Yine küçük ama sırdaşı olan balkonunda, sigarasının üzerine düşen kar tanelerinin erimesini izliyor. Eriyen sadece onlar mı diye düşündüğünü hissedebiliyorum, hayat savaşına yenik düşmüş, her nefes çekişinde elleri titriyor. Sanki bu zafer senin hayat dermişçesine ...
Üşüyor mu acaba? Belki o karanlığa bakarken bunu fark etmiyor bile yada belki de bu hayatın ona armağan ettiği acılarla ısınıyor.
Yine düşmeye başladı bu soğuk gecede, donmayacak kadar sıcak ve içinde dertleri olan göz yaşları. Biliyorum dayanamıyor bu yalnızlığa, bağırmak istiyor nefesi tükenene kadar, o kar taneleri onun için demir parmaklıklar olmuş sanki , o ise bu kaderin ömür boyu mahkumu.
Sigarası bitiyor, yoo yine yaktı. Lütfen artık yakma! Artık ağlama ne olur diye yalvarmak, ona haykırmak istiyorum ama olmuyor. Bunu yapamam, yapamayacağım da biliyorum. Acaba benim onun izlediğimi biliyor mu, bunu fark eder mi? Sanmıyorum o kadar dalgın ki...

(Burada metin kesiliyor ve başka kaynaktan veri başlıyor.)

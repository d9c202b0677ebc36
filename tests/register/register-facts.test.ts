import { describe, expect, it } from 'vitest';
import { clientSchema } from '$lib/register/client-facts';
import { computeDemandCurrent } from '$lib/register/demand-facts';
import { isCalendarDay } from '$lib/register/form-text';
import { calibrationSchema, calibrationState } from '$lib/register/instrument-facts';
import { formatShortCircuitRatio } from '$lib/register/ratio-class';
import { pointGaps } from '$lib/register/point-gaps';
import { computeShortCircuit } from '$lib/register/short-circuit-facts';
import { siteSchema } from '$lib/register/site-facts';
import { formatSurveyNumber, suggestSurveyTitle } from '$lib/register/survey-facts';
import { countryOfTimeZone, isTimeZone, timeZoneNames } from '$lib/register/time-zones';

const LV = { system: 'four-wire' as const, nominalVoltage_V: 480 };

describe('demand current from what was entered', () => {
	const monthly = (given: number[], quantity: 'active' | 'apparent' = 'active') => ({
		...LV,
		demand: {
			method: 'monthly' as const,
			quantity,
			demands: Array.from({ length: 12 }, (_, i) => given[i] ?? null),
			powerFactor: quantity === 'active' ? 0.9 : null,
			source: ''
		}
	});

	it('twelve equal months give the current of one: S = √3·U·I', () => {
		const computed = computeDemandCurrent(monthly(Array<number>(12).fill(720_000)));
		// 720 kW at 0.9 is 800 kVA; 800 kVA ÷ (√3 · 480 V) = 962.25 A.
		expect(computed.current_A).toBeCloseTo(800_000 / (Math.sqrt(3) * 480), 9);
		expect(computed.working).toHaveLength(13);
		expect(computed.remarks).toEqual([]);
	});

	it('fewer months give their own mean, and the remark says how many', () => {
		const computed = computeDemandCurrent(monthly([600_000, 840_000, 720_000]));
		expect(computed.current_A).toBeCloseTo(800_000 / (Math.sqrt(3) * 480), 9);
		expect(computed.remarks.join(' ')).toContain('Only 3 of the twelve');
	});

	it('is null, not zero, while nothing is known', () => {
		expect(computeDemandCurrent({ ...LV, demand: { method: 'unknown' } }).current_A).toBeNull();
		expect(computeDemandCurrent(monthly([])).current_A).toBeNull();
	});
});

describe('short-circuit current from what was entered', () => {
	it('1500 kVA of 5.75 % at 480 V: 31.4 kA on an infinite bus', () => {
		const shortCircuit = {
			method: 'transformer' as const,
			rating_VA: 1_500_000,
			impedance_pct: 5.75,
			upstreamFaultLevel_VA: null,
			source: ''
		};
		// The usual hand calculation (common practice): rated current S/(√3·U) = 1804 A, divided by 0.0575.
		const byHand_A = 1_500_000 / (Math.sqrt(3) * 480) / 0.0575;
		expect(computeShortCircuit({ ...LV, shortCircuit }).current_A).toBeCloseTo(byHand_A, 6);
		expect(computeShortCircuit({ ...LV, shortCircuit }).remarks.join(' ')).toContain('infinite');
		const stiff = { ...shortCircuit, upstreamFaultLevel_VA: 26_086_956.521739 };
		// An equal impedance in front halves the current.
		expect(computeShortCircuit({ ...LV, shortCircuit: stiff }).current_A).toBeCloseTo(byHand_A / 2, 6);
	});

	it('is null while nothing is known', () => {
		expect(computeShortCircuit({ ...LV, shortCircuit: { method: 'unknown' } }).current_A).toBeNull();
	});
});

describe('the short-circuit ratio', () => {
	it.each([
		[31.2, '31.2'],
		[20, '20.0'],
		[19.98, '19.98'],
		[1000.0004, '1,000.0004']
	])('%f reads %s', (ratio, shown) => {
		expect(formatShortCircuitRatio(ratio)).toBe(shown);
	});
});

describe('what a point lacks', () => {
	it('says what each missing fact is needed for', () => {
		const gaps = pointGaps({
			limitSetId: null,
			demand: { method: 'unknown' },
			shortCircuit: { method: 'unknown' }
		});
		expect(gaps.map((gap) => gap.fact)).toEqual(['limit-set', 'demand-current', 'short-circuit-current']);
		expect(
			pointGaps({
				limitSetId: 1,
				demand: { method: 'entered', demandCurrent_A: 1, source: '' },
				shortCircuit: { method: 'current', shortCircuitCurrent_A: 1, source: '' }
			})
		).toEqual([]);
	});
});

describe('calibration', () => {
	it.each([
		[null, 'none'],
		['2026-03-18', 'overdue'],
		['2026-03-19', 'soon'],
		['2026-05-18', 'soon'],
		['2026-05-19', 'valid']
	] as const)('due %s is %s on 19 March 2026', (dueOn, state) => {
		expect(calibrationState(dueOn, '2026-03-19')).toBe(state);
	});

	it('is due after it was made', () => {
		const certificate = { certificateNumber: 'C-1', laboratory: '', calibratedOn: '2026-01-01' };
		expect(calibrationSchema.safeParse({ ...certificate, dueOn: '2027-01-01' }).success).toBe(true);
		expect(calibrationSchema.safeParse({ ...certificate, dueOn: '2026-01-01' }).success).toBe(false);
		expect(isCalendarDay('2026-02-30')).toBe(false);
		expect(isCalendarDay('2024-02-29')).toBe(true);
	});
});

describe('clients, sites and surveys', () => {
	it('drop outer blanks and refuse what cannot be an address', () => {
		const client = {
			name: ' Ostler Lane ',
			contactName: '',
			contactEmail: '',
			contactPhone: '',
			address: '',
			notes: ''
		};
		expect(clientSchema.parse(client).name).toBe('Ostler Lane');
		expect(clientSchema.safeParse({ ...client, contactEmail: 'nobody' }).success).toBe(false);
		expect(clientSchema.safeParse({ ...client, name: '   ' }).success).toBe(false);
	});

	it('know time zones and the country they lie in', () => {
		expect(timeZoneNames()[0]).toBe('UTC');
		expect(isTimeZone('Europe/London')).toBe(true);
		expect(isTimeZone('Europe/Nowhere')).toBe(false);
		const site = { name: 'x', address: '', utility: '', timeZone: 'Mars/Base', notes: '' };
		expect(siteSchema.safeParse(site).success).toBe(false);
		// tz database, zone1970.tab: the country of each zone.
		expect(countryOfTimeZone('America/New_York')).toBe('US');
		expect(countryOfTimeZone('Europe/Berlin')).toBe('DE');
		expect(countryOfTimeZone('UTC')).toBeNull();
	});

	it('number surveys and name them by the site’s own month', () => {
		expect(formatSurveyNumber(142)).toBe('S-0142');
		expect(formatSurveyNumber(12_345)).toBe('S-12345');
		// 31 March 23:30 UTC is April in Berlin already.
		const now = new Date('2026-03-31T23:30:00Z');
		expect(suggestSurveyTitle('Harrow Dock 4', now, 'Europe/Berlin')).toContain('April 2026');
		expect(suggestSurveyTitle('Harrow Dock 4', now, 'UTC')).toContain('March 2026');
	});
});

Her gece o dar sokağa bakarken Dünyayı unutuyor sanki, hayatta ki tek tablosu o her gece baktığı karanlık sokak oldu. Hadi gir içeri artık canım anam, üşüdün bekleme artık o dar sokağa bakarak, biliyorsun artık o sokaktan sana el sallayarak gelemeyeceğimi, sana koşup canım anam diye sarılamayacağımı.
O kapıdan çıkıp uzaklara vatan görevi yapmaya giderken söz vermiştim asla seni yalnız bırakmayacağım diye. O sözümü hala tutuyorum canım anacığım, sen beni göremesen de...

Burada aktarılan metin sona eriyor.